At the moment, polling suggests voters are divided on whether this president or his successor should choose Scalia’s replacement. But public opinion shows the McConnell strategy presents significant risks in other ways. Making the 2016 election into a referendum on the future of the court steers the campaign debate away from economic growth and national security, where the party has a solid advantage, and toward many of the civil rights and social issues where the Democrats have the electorate on their side.
But plenty of attitudes might shift by fall, and if by then a high court confirmation (or rejection) looks to provide a tangible boost the GOP presidential nominee or some vulnerable GOP Senate candidates, Republicans could engineer either outcome.
If it gets to be Nov. 9, and the White House or the Senate have been won by the Democrats, the Republicans could decide to confirm any reasonably mainstream center-left Obama pick as the bird-in-the-hand alternative to whomever the new president might choose or the next senatorial majority might accept.

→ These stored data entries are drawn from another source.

"""Invented stars, scenarios and light curves shared by the dimming tests (tests/dimming/test_*.py).

The scenario builders without arguments are cached: each is built once per test session (the tests do
not change scenarios).

SUN_DEM: a full-disk quiet-Sun DEM approximated by one Gaussian in log T: peak near log T = 6.15,
width 0.2 dex, total EM 5e49 cm-3 (from memory: quiet-Sun DEMs peak at log T 6.1-6.2 and the
full-disk EM is of order 1e49-1e50 cm-3, e.g. the CHIANTI quiet-Sun DEM shape; not read from any file).

STAR_DEM: an invented active K dwarf at 2 pc (hotter and ~1000x more emission measure than the Sun),
observed with the generic EUV imagers: ~20-50 ct/s, enough counts for high-S/N fits and Monte Carlo
tests.
"""
import functools
import math
import warnings

import astropy.units as u
import numpy as np

from synthcorona.dem import GaussianDEM, MultiComponentDEM
from synthcorona.dimming import CME, Corona, DimmingScenario, Flare, Observation, Star

SUN_DEM = GaussianDEM(6.15, 0.2, 5e49 * u.cm ** -3)
STAR_DEM = MultiComponentDEM([GaussianDEM(6.3, 0.15, 3e52 * u.cm ** -3), GaussianDEM(6.9, 0.15, 1e52 * u.cm ** -3)])
BANDS = ["sc-fe9", "sc-fe12"]


@functools.cache
def sun_scenario():
    """Sun-as-a-star at 1 AU, 1e15 g CME from 1.5 MK plasma at n_e = 1e9 cm-3, with a 1e31 erg flare."""
    with warnings.catch_warnings():
        warnings.simplefilter("ignore")
        return DimmingScenario(Star(1 * u.AU), Corona(SUN_DEM, density=1e9 * u.cm ** -3),
                               CME(1e15 * u.g, source_temperature=1.5e6 * u.K),
                               Flare(1e31 * u.erg), BANDS, Observation(12 * u.h, 60 * u.s, 2 * u.h))


def star_scenario(flare=None, mass=1e18 * u.g, distance=2 * u.pc, **observation_kw):
    """The K dwarf (nh = 1e17 cm-2, n_e = 1e9 cm-3, 2 MK source) observed 10 h in 60 s bins, onset at 2 h."""
    with warnings.catch_warnings():
        warnings.simplefilter("ignore")
        return DimmingScenario(Star(distance, nh=1e17 * u.cm ** -2), Corona(STAR_DEM, density=1e9 * u.cm ** -3),
                               CME(mass, source_temperature=2e6 * u.K), flare, BANDS,
                               Observation(10 * u.h, 60 * u.s, 2 * u.h, **observation_kw))


@functools.cache
def star_flare_scenario():
    """The K dwarf with a 1e33 erg flare in a 5e9 cm loop of 1e19 cm2 cross-section."""
    return star_scenario(Flare(1e33 * u.erg, loop_half_length=5e9 * u.cm, loop_cross_section=1e19 * u.cm ** 2))


@functools.cache
def default_star_scenario():
    """The K dwarf with a 1e18 g CME, no flare (star_scenario's defaults)."""
    return star_scenario()


@functools.cache
def star_1e17_scenario():
    """The K dwarf with a 1e17 g CME, no flare."""
    return star_scenario(mass=1e17 * u.g)


# ----------------------------------------------------------------------------- light curves of the statistics tests
CTS = u.ct / u.s
#: Pre- and post-event windows of step_curve's default 1000 one-second bins.
WIN = ((0 * u.s, 500 * u.s), (500 * u.s, 1000 * u.s))


def binom_se(p, n):
    """Binomial standard error sqrt(p (1 - p) / n) of a Monte Carlo fraction."""
    return math.sqrt(p * (1 - p) / n)


def step_curve(n_bins=1000, rate=10.0, depth=0.0, onset=500):
    """Count rate [ct/s] of 1 s bins stepping down by the fraction ``depth`` at ``onset`` (s)."""
    t = np.arange(n_bins) + 0.5
    return np.where(t >= onset, rate * (1 - depth), rate) * CTS


def flare_dimming_curves(n_bins=400, q=20.0, depth=0.1):
    """Quiescent + decaying flare, and an exponentially recovering dimming after bin 200 (1 s bins).

    Returns (baseline, dimming template, baseline - depth x template), expected counts per bin.
    """
    t = np.arange(n_bins) + 0.5
    flare = 60.0 * np.exp(-(t - 200) / 30.0) * (t >= 200)
    profile = np.where(t >= 200, np.exp(-(t - 200) / 150.0), 0.0)
    base = q + flare
    dim = q * profile
    return base, dim, base - depth * dim


# ----------------------------------------------------------------------------- the flare loop of the flare tests
def flare_model(**kw):
    """A 3e9 cm, 1e17 cm2 loop in equilibrium at 1 MK, hit by 1e29 erg peaking at 100 s over 200 s (triangular);
    keyword arguments replace these."""
    from synthcorona.dimming.flare import LoopFlareModel

    args = dict(initial_temperature=1e6 * u.K, flare_energy=1e29 * u.erg, peak_time=100 * u.s,
                duration=200 * u.s)
    args.update(kw)
    return LoopFlareModel(3e9 * u.cm, 1e17 * u.cm ** 2, **args)


@functools.cache
def flare_model_run():
    """flare_model() run for 4500 s (it stops early, near 1900 s, when T leaves the table's range)."""
    with warnings.catch_warnings():
        warnings.simplefilter("ignore", RuntimeWarning)
        return flare_model().run(4500 * u.s)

All of his options presume McConnell keeps conforming to the well-established pattern of his Senate career, which has routinely prioritized the party’s acquisition and retention of power ahead of advancing its policies.
“He is not a conservative ideologue, but rather the epitome of the permanent campaign of Washington: What matters most isn’t so much what you do in office, but if you can win again,” McConnell biographer Alex MacGillis wrote in Sunday’s New York Times , and that’s why the senator’s current position on holding the Scalia seat open for a year represents such a striking departure. “In throwing down the gauntlet so emphatically, and potentially riling up a Democratic electorate, Mr. McConnell was doing something deeply out of character: putting at risk his and his party’s prospects in the coming election.”
Acquiescing, even a little, in the calls for a regular confirmation process would send this signal: McConnell has concluded that — after initially working to hold the fort for his base on the right — trying to preserve Republican power at the Capitol is more important than warding-off a generational shift to the left in the balance of power across the street at the Supreme Court.